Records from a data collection
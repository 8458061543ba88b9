// What: what an address alone does not show: states of a person, answers given, dialogs, a session while it runs, what stands
// there when the network is gone. Each goes its way as a person would and takes a picture where `shot` is called.
// Must not: check what is right (tests/browser does).

const states = ['training', 'ready', 'too_early', 'held', 'paused', 'finished', 'withdrawn'];

const press = (page, name) => page.getByRole('button', { name, exact: typeof name === 'string' }).click();
const choose = (page, name) =>
  page
    .getByRole('radio', { name, exact: typeof name === 'string' })
    .first()
    .click();
const heading = (page, name) =>
  page.getByRole('heading', { level: 1, name, exact: typeof name === 'string' }).waitFor();

async function precheck({ page, shot }) {
  await heading(page, 'Since your last session, did any of these happen?');
  await shot('1');
  await press(page, 'None of these');
  await choose(page, 'No');
  await heading(page, 'How is the skin where the sponges sit?');
  await shot('3');
  await choose(page, 'Red or sore');
  await shot('3, hold');
  await choose(page, 'As always');
  await heading(page, 'How is your mood today?');
  await page.getByRole('checkbox', { name: 'Thoughts of harming myself' }).click();
  await shot('4, emergency');
  await page.getByRole('checkbox', { name: 'None of these' }).click();
  await press(page, 'Next');
  await heading(page, 'How strong is your headache right now?');
  await choose(page, '4');
  await shot('5, caution');
  await press(page, 'Next');
  await page.getByLabel('How many hours did you sleep last night?').fill('7');
  await shot('6');
  await press(page, 'Next');
  await heading(page, 'Did you drink alcohol in the last 24 hours?');
  await shot('7');
  await press(page, 'No alcohol');
  await heading(page, 'Drugs or new medicines?');
  await shot('8');
  await press(page, 'No drugs, no new medicine');
  await heading(page, 'Do you feel ill or have a fever?');
  await choose(page, 'No');
  await press(page, 'Next');
  await heading(page, /^Are you sitting down/);
  await shot('10');
  await choose(page, 'Yes');
  await heading(page, 'You can go on, with care');
  await shot('outcome');
}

> [YOUR INSTRUCTIONS]
The answer should be the entries, given again without a single difference.

> [SOLUTION]
repository 8458061543ba88b9
// What: what an address alone does not show: states of a person, answers given, dialogs, a session while it runs, what stands
// there when the network is gone. Each goes its way as a person would and takes a picture where `shot` is called.
// Must not: check what is right (tests/browser does).

const states = ['training', 'ready', 'too_early', 'held', 'paused', 'finished', 'withdrawn'];

const press = (page, name) => page.getByRole('button', { name, exact: typeof name === 'string' }).click();
const choose = (page, name) =>
  page
    .getByRole('radio', { name, exact: typeof name === 'string' })
    .first()
    .click();
const heading = (page, name) =>
  page.getByRole('heading', { level: 1, name, exact: typeof name === 'string' }).waitFor();

async function precheck({ page, shot }) {
  await heading(page, 'Since your last session, did any of these happen?');
  await shot('1');
  await press(page, 'None of these');
  await choose(page, 'No');
  await heading(page, 'How is the skin where the sponges sit?');
  await shot('3');
  await choose(page, 'Red or sore');
  await shot('3, hold');
  await choose(page, 'As always');
  await heading(page, 'How is your mood today?');
  await page.getByRole('checkbox', { name: 'Thoughts of harming myself' }).click();
  await shot('4, emergency');
  await page.getByRole('checkbox', { name: 'None of these' }).click();
  await press(page, 'Next');
  await heading(page, 'How strong is your headache right now?');
  await choose(page, '4');
  await shot('5, caution');
  await press(page, 'Next');
  await page.getByLabel('How many hours did you sleep last night?').fill('7');
  await shot('6');
  await press(page, 'Next');
  await heading(page, 'Did you drink alcohol in the last 24 hours?');
  await shot('7');
  await press(page, 'No alcohol');
  await heading(page, 'Drugs or new medicines?');
  await shot('8');
  await press(page, 'No drugs, no new medicine');
  await heading(page, 'Do you feel ill or have a fever?');
  await choose(page, 'No');
  await press(page, 'Next');
  await heading(page, /^Are you sitting down/);
  await shot('10');
  await choose(page, 'Yes');
  await heading(page, 'You can go on, with care');
  await shot('outcome');
}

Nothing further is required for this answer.